GIVEN INFORMATION ::
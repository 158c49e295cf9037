package spoolwork.model.netlist;

import java.util.Objects;

/** A node of the netlist graph: a component's hydraulic port, or a junction. */
public sealed interface NetNode permits NetNode.Port, NetNode.Junction {

    /** A component's port. */
    record Port(String componentId, String port) implements NetNode {
        public Port {
            Objects.requireNonNull(componentId);
            Objects.requireNonNull(port);
        }

        @Override
        public String toString() {
            return componentId + "." + port;
        }
    }

    /** A junction. */
    record Junction(String junctionId) implements NetNode {
        public Junction {
            Objects.requireNonNull(junctionId);
        }

        @Override
        public String toString() {
            return junctionId;
        }
    }
}
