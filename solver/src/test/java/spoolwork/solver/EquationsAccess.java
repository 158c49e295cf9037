package spoolwork.solver;

import spoolwork.model.Circuit;
import spoolwork.model.OperatingState;
import spoolwork.model.netlist.Netlist;
import spoolwork.solver.elements.Network;

/** The equations the solver builds for a circuit in one state, for benchmarks outside this package. */
public final class EquationsAccess {
    private EquationsAccess() {
    }

    public static Network network(Circuit circuit, OperatingState state) {
        return new CircuitEquations(circuit, state, new Netlist(circuit, state), SolverOptions.defaults()).net;
    }
}
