package spoolwork.editor.files;

import java.io.File;
import java.nio.file.Files;
import java.nio.file.Path;
import java.util.Optional;

import javafx.scene.control.Alert;
import javafx.scene.control.ButtonBar;
import javafx.scene.control.ButtonType;
import javafx.stage.FileChooser;
import javafx.stage.Window;

import spoolwork.model.io.CircuitFiles;

/** The file questions asked with the platform's file chooser and plain alerts. */
public final class FxDialogs implements Dialogs {
    private static FileChooser chooser(String title, Path folder) {
        FileChooser fc = new FileChooser();
        fc.setTitle(title);
        fc.getExtensionFilters().addAll(
                new FileChooser.ExtensionFilter("Circuits (*" + CircuitFiles.EXTENSION + ")", "*" + CircuitFiles.EXTENSION),
                new FileChooser.ExtensionFilter("All files", "*"));
        if (folder != null && Files.isDirectory(folder)) {
            fc.setInitialDirectory(folder.toFile());
        }
        return fc;
    }

    @Override
    public Optional<Path> chooseOpen(Window owner, Path folder) {
        File f = chooser("Open circuit", folder).showOpenDialog(owner);
        return Optional.ofNullable(f).map(File::toPath);
    }

    @Override
    public Optional<Path> chooseSave(Window owner, Path folder, String suggestedName) {
        FileChooser fc = chooser("Save circuit", folder);
        fc.setInitialFileName(suggestedName);
        File f = fc.showSaveDialog(owner);
        return Optional.ofNullable(f).map(File::toPath);
    }

    @Override
    public Unsaved askUnsaved(Window owner, String documentName) {
        ButtonType save = new ButtonType("Save", ButtonBar.ButtonData.YES);
        ButtonType discard = new ButtonType("Don't save", ButtonBar.ButtonData.NO);
        ButtonType cancel = new ButtonType("Cancel", ButtonBar.ButtonData.CANCEL_CLOSE);
        Alert a = new Alert(Alert.AlertType.CONFIRMATION, "", save, discard, cancel);
        a.initOwner(owner);
        a.setTitle("Unsaved changes");
        a.setHeaderText("\"" + documentName + "\" has changes that are not saved.");
        a.setContentText("Save them before going on?");
        ButtonType r = a.showAndWait().orElse(cancel);
        return r == save ? Unsaved.SAVE : r == discard ? Unsaved.DISCARD : Unsaved.CANCEL;
    }

    @Override
    public void error(Window owner, String heading, String detail) {
        Alert a = new Alert(Alert.AlertType.ERROR);
        a.initOwner(owner);
        a.setTitle("Spoolwork");
        a.setHeaderText(heading);
        a.setContentText(detail);
        a.showAndWait();
    }
}
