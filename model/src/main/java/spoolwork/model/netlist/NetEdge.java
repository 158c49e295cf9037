package spoolwork.model.netlist;

import java.util.Objects;

/**
 * An edge of the netlist graph: either a drawn line, or a path inside a component joining two of its ports
 * in the operating state the netlist was built for. Edges are compared by identity so that parallel lines
 * stay distinct in JGraphT's multigraph.
 */
public sealed interface NetEdge permits NetEdge.LineEdge, NetEdge.InternalEdge {

    /** A drawn line, by id. */
    final class LineEdge implements NetEdge {
        private final String lineId;

        public LineEdge(String lineId) {
            this.lineId = Objects.requireNonNull(lineId);
        }

        public String lineId() {
            return lineId;
        }

        @Override
        public String toString() {
            return "line " + lineId;
        }
    }

    /** A path inside a component from one port to another. */
    final class InternalEdge implements NetEdge {
        private final String componentId;
        private final String fromPort;
        private final String toPort;

        public InternalEdge(String componentId, String fromPort, String toPort) {
            this.componentId = Objects.requireNonNull(componentId);
            this.fromPort = Objects.requireNonNull(fromPort);
            this.toPort = Objects.requireNonNull(toPort);
        }

        public String componentId() {
            return componentId;
        }

        public String fromPort() {
            return fromPort;
        }

        public String toPort() {
            return toPort;
        }

        @Override
        public String toString() {
            return componentId + " " + fromPort + "–" + toPort;
        }
    }
}
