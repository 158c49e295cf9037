package spoolwork.solver;

import static org.junit.jupiter.api.Assertions.assertEquals;
import static org.junit.jupiter.api.Assertions.assertTrue;

import org.junit.jupiter.api.Test;

import spoolwork.model.Circuit;
import spoolwork.model.ComponentType;
import spoolwork.model.Fluid;
import spoolwork.model.units.Units;
import spoolwork.solver.elements.DropLaw;
import spoolwork.solver.elements.LineLaw;
import spoolwork.solver.fluid.FluidProperties;

/** Element laws against published formulas and values; each check names its source. */
class ElementLawsTest {
    static final double LPM = 1.0 / 60000;

    @Test
    void sharpEdgedOrificeFlow() {
        // Q = Cd·A·√(2Δp/ρ), Cd ≈ 0.61 for a sharp-edged orifice (common practice; π/(π+2) = 0.611, from memory):
        // d = 2 mm, Δp = 50 bar, ρ = 870 → Q = 0.61·3.1416e-6·√(2·50e5/870) = 2.0546e-4 m³/s = 12.33 L/min.
        double qt = Math.PI * 0.002 * 32e-6 * 10 / 4;
        DropLaw law = DropLaw.orifice(0.61, 0.002, 870, qt);
        assertEquals(50e5, law.drop(12.33 * LPM, new double[1]), 50e5 * 1e-3);
        assertEquals(-50e5, law.drop(-12.33 * LPM, new double[1]), 50e5 * 1e-3);
    }

    @Test
    void hagenPoiseuilleInLaminarFlow() {
        // Darcy–Weisbach with f = 64/Re (= Hagen–Poiseuille): 40 L/min, D = 16 mm, ν = 32 mm²/s, ρ = 870:
        // v = 3.316 m/s, Re = 1658, f = 0.03860, Δp = 11.54 kPa per metre.
        LineLaw l = new LineLaw(0.016, 1, 870, 32e-6, 0);
        double q = 40 * LPM;
        assertEquals(3.316, l.velocity(q), 1e-3);
        assertEquals(1658, l.reynolds(q), 1);
        assertEquals(0.03860, l.frictionFactor(l.reynolds(q)), 1e-5);
        assertEquals(11.54e3, l.drop(q, new double[1]), 10);
    }

    @Test
    void turbulentFrictionFactorsAgreeWithMoodyChartValues() {
        // Haaland (1983) explicit form: Re = 1e5, ε/D = 1e-4 → 0.018265; Re = 1e4 smooth → 0.030886.
        // Colebrook (1939) gives 0.018514 and 0.030883: Haaland stays within about 1.5 % of it.
        // Blasius 0.316·Re^-0.25 (smooth, 4e3 < Re < 1e5) gives 0.0316 at Re = 1e4.
        assertEquals(0.018265, LineLaw.haaland(1e5, 1e-4, new double[1]), 2e-6);
        assertEquals(0.030886, LineLaw.haaland(1e4, 0, new double[1]), 2e-6);
        assertEquals(0.018514, LineLaw.haaland(1e5, 1e-4, new double[1]), 0.015 * 0.018514);
        assertEquals(0.316 * Math.pow(1e4, -0.25), LineLaw.haaland(1e4, 0, new double[1]), 0.03 * 0.0316);
        // Above Re = 4000 the blended factor is the turbulent one alone.
        LineLaw l = new LineLaw(0.01, 1, 870, 1e-6, 1e-6);
        assertEquals(LineLaw.haaland(1e5, 1e-4, new double[1]), l.frictionFactor(1e5), 1e-12);
    }

    @Test
    void isoGradesAt40Celsius() {
        // ISO 3448: the grade is the kinematic viscosity in mm²/s at 40 °C (VG32 28.8–35.2, VG46 41.4–50.6,
        // VG68 61.2–74.8 as bands; the mid-point by definition).
        for (double vg : new double[]{32, 46, 68}) {
            FluidProperties f = new FluidProperties(new Fluid(vg, 100, 40, 870));
            assertEquals(vg, f.viscosityMm2s(40), vg * 1e-9);
            assertEquals(vg * 1e-6, f.kinematicViscosity(), vg * 1e-15);
        }
    }

    @Test
    void astmD341WaltherLine() {
        // ASTM D341: log10(log10(ν + 0.7)) = A − B·log10(T). VG46 with VI 100 has ν(100 °C) ≈ 6.76 mm²/s
        // (ASTM D2270 H values); then A = 9.4555, B = 3.6995, and ν(50 °C) ≈ 29.9, ν(60 °C) ≈ 20.6,
        // ν(80 °C) ≈ 11.05 mm²/s.
        FluidProperties f = new FluidProperties(new Fluid(46, 100, 50, 870));
        assertEquals(6.76, f.viscosityAt100(), 0.01);
        assertEquals(9.4555, f.walterA(), 0.01);
        assertEquals(3.6995, f.walterB(), 0.004);
        assertEquals(29.9, f.viscosityMm2s(50), 0.1);
        assertEquals(20.6, f.viscosityMm2s(60), 0.1);
        assertEquals(11.05, f.viscosityMm2s(80), 0.05);
        assertEquals(29.9e-6, f.kinematicViscosity(), 0.1e-6);
        // A higher index thins less with heat: ν(100 °C) rises with VI at a fixed grade (ASTM D2270).
        assertTrue(FluidProperties.viscosityAt100(46, 150) > FluidProperties.viscosityAt100(46, 100));
    }

    @Test
    void nistConversionFactors() {
        // NIST SP 811 (2008), Appendix B.
        assertEquals(6894.757, Units.PSI, 1e-3);
        assertEquals(3.785411784e-3, Units.US_GALLON, 1e-15);
        assertEquals(745.699872, Units.HORSEPOWER, 1e-6);
        assertEquals(4.4482216152605, Units.POUND_FORCE, 1e-13);
        assertEquals(0.0254, Units.INCH, 0);
    }

    @Test
    void hydraulicPowerInSiAndUsForms() {
        // P = Q·Δp. US form hp = gpm·psi/1714 (fluid-power rule; 1714 = 12000/7 from NIST factors):
        // 20 gpm over a relief at 1500 psi → 17.50 hp. SI form P[kW] = p[bar]·Q[L/min]/600.
        double n = 1450.0 / 60;
        double q = 20 * Units.US_GALLON / 60;
        Circuit c = new CircuitBuilder()
                .add("T1", ComponentType.RESERVOIR)
                .add("P1", ComponentType.FIXED_PUMP, "volumetric_efficiency", 1.0, "displacement", q / n)
                .add("V1", ComponentType.RELIEF_VALVE, "cracking_pressure", 1500 * Units.PSI, "override", 0.0)
                .ideal("T1.S", "P1.S").ideal("P1.P", "V1.P").ideal("V1.T", "T1.T")
                .build();
        Solution s = HandWorkedCircuitsTest.solve(c);
        double watts = s.value("V1", "power_loss_w");
        assertEquals(20.0 * 1500 / 1714, watts / Units.HORSEPOWER, 0.01);
        assertEquals(17.50, watts / Units.HORSEPOWER, 0.01);
        double bar = 1500 * Units.PSI / 1e5;
        double lpm = q / LPM;
        assertEquals(bar * lpm / 600, watts / 1000, 1e-5);
    }

    @Test
    void cylinderForceIsPressureTimesArea() {
        // F = p·A on the cap (and with a back pressure, p_A·A_cap − p_B·A_ann): 50 mm bore at the 80 bar
        // relief setting, held extended: F = 80e5 · π/4 · 0.05² = 15708 N.
        Circuit c = new CircuitBuilder()
                .add("T1", ComponentType.RESERVOIR)
                .add("P1", ComponentType.FIXED_PUMP)
                .add("V1", ComponentType.RELIEF_VALVE, "cracking_pressure", 80e5, "override", 0.0)
                .add("C1", ComponentType.DOUBLE_ACTING_CYLINDER, "bore", 0.05, "rod", 0.028)
                .ideal("T1.S", "P1.S").ideal("P1.P", "V1.P").ideal("V1.T", "T1.T").ideal("P1.P", "C1.A")
                .ideal("C1.B", "T1.T")
                .build(spoolwork.model.OperatingState.named("Clamp").withActuator("C1",
                        new spoolwork.model.ActuatorState(spoolwork.model.ActuatorState.Mode.HELD_EXTENDED,
                                spoolwork.model.ActuatorState.LoadKind.CONSTANT, 0)));
        Solution s = HandWorkedCircuitsTest.solve(c);
        assertEquals(80e5 * Math.PI / 4 * 0.05 * 0.05, s.value("C1", "force_n"), 1);
    }

    @Test
    void retractionSpeedIsFlowOverAnnulus() {
        // v = Q/A_ann when the pump feeds the rod end: 3.8667e-4 m³/s into π/4·(0.063² − 0.036²) = 2.0994e-3 m²
        // → −0.18418 m/s (retracting).
        Circuit c = new CircuitBuilder()
                .add("T1", ComponentType.RESERVOIR)
                .add("P1", ComponentType.FIXED_PUMP, "volumetric_efficiency", 1.0)
                .add("V1", ComponentType.RELIEF_VALVE)
                .add("C1", ComponentType.DOUBLE_ACTING_CYLINDER, "bore", 0.063, "rod", 0.036)
                .ideal("T1.S", "P1.S").ideal("P1.P", "V1.P").ideal("V1.T", "T1.T").ideal("P1.P", "C1.B")
                .ideal("C1.A", "T1.T")
                .build(spoolwork.model.OperatingState.named("Retract").withActuator("C1",
                        new spoolwork.model.ActuatorState(spoolwork.model.ActuatorState.Mode.FREE,
                                spoolwork.model.ActuatorState.LoadKind.RESISTIVE, 2000)));
        Solution s = HandWorkedCircuitsTest.solve(c);
        double ann = Math.PI / 4 * (0.063 * 0.063 - 0.036 * 0.036);
        assertEquals(-3.8667e-4 / ann, s.value("C1", "velocity_mps"), 1e-5);
        assertEquals(2000 / ann, s.pressure("C1", "B"), 20);
    }
}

WHAT THIS TASK INVOLVES :: Find every line in the records that uses the string "static", then copy it.

COMPLETED EXERCISE ::
    public static Network network(Circuit circuit, OperatingState state) {
    private static FileChooser chooser(String title, Path folder) {
import static org.junit.jupiter.api.Assertions.assertEquals;
import static org.junit.jupiter.api.Assertions.assertTrue;
    static final double LPM = 1.0 / 60000;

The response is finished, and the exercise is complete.